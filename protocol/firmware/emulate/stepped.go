package emulate

import (
	"fmt"
	"io"
	"os"
	"os/exec"
	"path/filepath"
	"sync/atomic"
	"testing"
	"time"
)

// stepped is a machine under QEMU with two UARTs: the line on the emulator's own
// standard input and output, and one that gives the image its time, as
// boards/mps2-an385/main.c says. The counts of bytes in both directions make the
// order of events the same in every run.
type stepped struct {
	line   *os.File
	sent   *os.File
	time   *os.File
	answer *os.File
	asked  atomic.Uint64 // odd while an answer is waited for
	queue  []byte        // not yet on the line
	in     byte          // bytes put on the line, modulo 256
	out    byte          // bytes taken off it, modulo 256
	one    [1]byte
}

const (
	stepBase  = 0x80 // a control period, with seven bits of the count of bytes
	stepMany  = 0    // so many control periods
	stepsMax  = 16   // in one order; the bytes that are sent in them can be told
	stepHand  = 'h'
	stepReset = 'x'
	stepUp    = 'r' // what the image says after a start
	lineMS    = 11  // bytes that a line of 115 200 baud carries in a ms
)

func startStepped(t testing.TB, dir string) *stepped {
	t.Helper()
	pipe := filepath.Join(t.TempDir(), "time")
	in, answer, err := fifos(pipe)
	if err != nil {
		t.Fatal(err)
	}
	cmd := exec.Command("qemu-system-arm", "-M", "mps2-an385", "-kernel", filepath.Join(dir, "an385-stepped.elf"),
		"-display", "none", "-monitor", "none", "-nodefaults", "-chardev", "stdio,id=u0,signal=off", "-chardev", "pipe,id=u1,path="+pipe,
		"-serial", "chardev:u0", "-serial", "chardev:u1")
	cmd.Stderr = os.Stderr
	line, sent, err := begin(cmd)
	if err != nil {
		t.Fatal(err)
	}
	s := &stepped{line: line, sent: sent, time: in, answer: answer}
	over := make(chan struct{})
	t.Cleanup(func() {
		close(over)
		_ = cmd.Process.Kill()
		_ = cmd.Wait()
		for _, f := range []*os.File{line, sent, in, s.answer} {
			f.Close()
		}
	})
	if err := answer.SetReadDeadline(time.Now().Add(patience)); err != nil {
		t.Fatal(err)
	}
	if err := s.up(); err != nil {
		t.Fatal(err)
	}
	// The machine has its end open now. An end that can only be read, and blocks,
	// tells when the machine is gone.
	if s.answer, err = os.Open(pipe + ".out"); err != nil {
		t.Fatal(err)
	}
	answer.Close()
	s.answer.Fd()
	go s.watch(cmd.Process, over)
	return s
}

// patience is how long the machine may take to answer, on the host's clock; it is
// only there so that one that hangs fails a test.
const patience = 10 * time.Second

// watch ends a machine that does not answer.
func (s *stepped) watch(p *os.Process, over <-chan struct{}) {
	for {
		was := s.asked.Load()
		select {
		case <-over:
			return
		case <-time.After(patience):
		}
		if was%2 == 1 && s.asked.Load() == was {
			_ = p.Kill()
			return
		}
	}
}

// next is the next byte of an answer.
func (s *stepped) next() (byte, error) {
	s.asked.Add(1)
	_, err := io.ReadFull(s.answer, s.one[:])
	s.asked.Add(1)
	if err != nil {
		err = fmt.Errorf("emulate: the machine does not answer: %w", err)
	}
	return s.one[0], err
}

// up waits until the image says that it has started.
func (s *stepped) up() error {
	for {
		b, err := s.next()
		if err != nil {
			return err
		}
		if b == stepUp {
			s.in, s.out = 0, 0
			return nil
		}
	}
}

func (s *stepped) receive(p []byte) error {
	s.queue = append(s.queue, p...)
	return nil
}

func (s *stepped) step(d time.Duration) ([]byte, error) {
	var out []byte
	for d > 0 {
		n := min(len(s.queue), lineMS)
		order, lasts := byte(0), time.Duration(1)
		if n > 0 {
			if _, err := s.line.Write(s.queue[:n]); err != nil {
				return out, err
			}
			s.queue = s.queue[n:]
			s.in += byte(n)
			order = stepBase | s.in&0x7F
		} else {
			lasts = min(d/time.Millisecond, stepsMax)
			order = stepMany + byte(lasts)
		}
		d -= lasts * time.Millisecond
		s.one[0] = order
		if _, err := s.time.Write(s.one[:]); err != nil {
			return out, err
		}
		count, err := s.next()
		if err != nil {
			return out, err
		}
		if more := int(count - s.out); more > 0 {
			at := len(out)
			out = append(out, make([]byte, more)...)
			if _, err := io.ReadFull(s.sent, out[at:]); err != nil {
				return out, err
			}
			s.out = count
		}
	}
	return out, nil
}

func (s *stepped) restart() error {
	s.queue = nil
	if _, err := s.time.Write([]byte{stepReset}); err != nil {
		return err
	}
	return s.up()
}

func (s *stepped) hand() error {
	if _, err := s.time.Write([]byte{stepHand}); err != nil {
		return err
	}
	_, err := s.next()
	return err
}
= = = = = = =
Task to carry out:
Write out each line above that contains the word "order".

Reply to the exercise:
// order of events the same in every run.
	stepsMax  = 16   // in one order; the bytes that are sent in them can be told
		order, lasts := byte(0), time.Duration(1)
			order = stepBase | s.in&0x7F
			order = stepMany + byte(lasts)
		s.one[0] = order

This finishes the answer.